Leider überlappen die Daten der Vectoren, 
und ich suche nacheiner gescheiten Art und 
Weise den Datenbestände abzugleichen.

Vereinigungsmenge zweier vektoren Bildern 
nachzulesen bei --> 
http://de.wikipedia.org/wiki/Mengenlehre
(die grafik zur Vereinigungsmenge sagt alles)


----------



## drob (31. Juli 2007)

hier ein kleine Testumgebung,


```
public static final void main(String[] args) {
        Vector<Integer> vtOld = new Vector();
        Vector<Integer> vtNew = new Vector();
        vtOld.add(0);
        vtOld.add(1);
        vtOld.add(2);
        vtOld.add(3);
        vtOld.add(4);
        vtOld.add(5);
        vtOld.add(6);
        vtOld.add(7);
        
        vtNew.add(5);
        vtNew.add(6);
        vtNew.add(7);
        vtNew.add(8);
        vtNew.add(9);
        
        
        for(int i = 1 ; i<=vtNew.size();i++){
            int length = vtOld.size();
            System.out.println(" "+ i +" "+
                    vtOld.containsAll(vtNew.subList(0,i)));
        }
```
ergebnis:

```
1 true
 2 true
 3 true
 4 false
 5 false
```
die mir zumindest sagt, wieviel meiner neuen Daten ich schon habe, 
und mit dem wert sollte ich doch schon was anfangen können.

lösungsansätze jeder art sind wilkommen


----------



## celph_titled (31. Juli 2007)

Hallo,

also, wenn ich dich richtig verstanden habe müsste das hier reichen, das erzeugt die Vereinigungsmenge im Vector v:

```
Vector v = vtOld.clone();
Enumeration e = vtNew.elements();
while(e.hasMoreElements()) {
   Object o = e.nextElement();
   if(!vtOld.contains(o)) vtOld.addElement(o);
}
```
praktisch alle Elemente aus vtNew zu vtOld hinzufügen, die der noch nicht enthält.


----------



## magix3000 (31. Juli 2007)

Hallo,

wenn du doch sowieso schon von Mengenleere sprichst, dann benutz doch auch ein Set statt eines Vectors. In ein Set kannst du einfach alle neuen Daten reinwerfen ohne dir Gedanken um Doppelte machen zu müssen. Ist allerdings nur ne Option, wenn die Reihenfolge der Daten keine Rolle spielt.
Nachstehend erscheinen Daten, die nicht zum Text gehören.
class TestSessions:
    def test_period(self, capsys, store):
        path, profile = golden("attempts")
        code, out, _ = run(capsys, "ingest", path, *profile, "--sessions", "period", "--store", store)
        assert code == 0
        assert "9 attempts by 2 players in 6 sessions" in out
        # p1: A1 periods 1 and 2, B2 period 1; p2: A1 periods 1, 4 and 5.
        rows = players_json(capsys, store)
        assert (rows["p1"]["sessions"], rows["p2"]["sessions"]) == (3, 3)
        with Store(store, read_only=True) as opened:
            sessions = sorted(set(opened.attempts(players="p1")["session"]))
        assert sessions == ["A1/P1", "A1/P2", "B2/P1"]

    def test_gap(self, capsys, store):
        path, profile = golden("attempts")
        code, out, _ = run(capsys, "ingest", path, *profile, "--sessions", "gap:60", "--store", store)
        assert code == 0
        # p1 in A1: 0:30 into the game, then 1:44.5 (a gap of 74.5 s), then 12:00 (period 2 start);
        # p2 in A1: 0:58, then 47:57 (period 4), 48:01 (overtime, 4 s later).
        rows = players_json(capsys, store)
        assert (rows["p1"]["sessions"], rows["p2"]["sessions"]) == (4, 2)

    def test_season_warns_about_mixing_form(self, capsys, tmp_path, store):
        log = tmp_path / "season.csv"
        log.write_text(
            "player,game,when,result,season\n"
            "a,g1,2025-01-03T19:00:00,1,2025\n"
            "a,g1,2025-01-03T19:04:00,0,2025\n"
            "b,g1,2025-01-03T19:05:00,1,2025\n"
            "a,g2,2025-01-05T19:00:00,1,2025\n"
        )
        profile = tmp_path / "season.toml"
        profile.write_text('[columns]\nplayer = "player"\ngame = "game"\nmade = "result"\ntimestamp = "when"\nseason = "season"\n')
        code, out, _ = run(capsys, "ingest", log, "--profile", profile, "--sessions", "season", "--store", store)
        assert code == 0
        assert "note:" in out and "mix form across games" in out
        rows = players_json(capsys, store)
        assert (rows["a"]["sessions"], rows["a"]["attempts"], rows["b"]["sessions"]) == (1, 3, 1)

    def test_season_with_a_game_clock(self, capsys, store):
        path, profile = golden("attempts")
        code, out, err = run(capsys, "ingest", path, *profile, "--sessions", "season", "--store", store)
        assert code == 0, err
        rows = players_json(capsys, store)
        assert (rows["p1"]["sessions"], rows["p1"]["attempts"]) == (1, 6)

    @pytest.mark.parametrize(
        ("value", "message"),
        [
            ("weekly", "--sessions must be game, period, gap:SECONDS or season (got 'weekly')"),
            ("gap:0", "--sessions gap needs a positive number of seconds, e.g. gap:120 (got 'gap:0')"),
            ("gap:soon", "--sessions gap needs a positive number of seconds"),
            ("gap:", "--sessions gap needs a positive number of seconds"),
        ],
    )
    def test_bad_value(self, capsys, store, value, message):
        path, profile = golden("attempts")
        code, out, err = run(capsys, "ingest", path, *profile, "--sessions", value, "--store", store)
        assert code == 2
        assert message in err
        assert "Traceback" not in err
        assert not store.exists()

    def test_gap_needs_a_clock(self, capsys, store):
        path, profile = golden("events")  # ordered by event number: no game time to measure a gap
        code, _, err = run(capsys, "ingest", path, *profile, "--sessions", "gap:120", "--store", store)
        assert code == 2
        assert "needs a game clock or timestamps" in err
Denn die obige Lösung mit dem Überprüfen mittels contains() ist nicht wirklich performant, da contains auch jedesmal komplett über deinen Vektor läuft.


----------



## drob (31. Juli 2007)

@celph_titled
mit Enumeration habe ich noch nciht gearbeitet, aber doppelte Werte sollen zulässig sein.
daher habe ich auch in meiner lösung nach "teilmustern" des Vektors gesucht.

@magix3000	
leider spielt die reihenfolge eine rolle(die Mengenlehre galt nur der Veranschaulichung),
Das das contains sehr rechenintensiv wird, das habe ich mir auch schon gedacht 
Besonders, wenn nacheinem langen tag der "Archiv-Vector" mehr als 10000 Objekte enthält kann.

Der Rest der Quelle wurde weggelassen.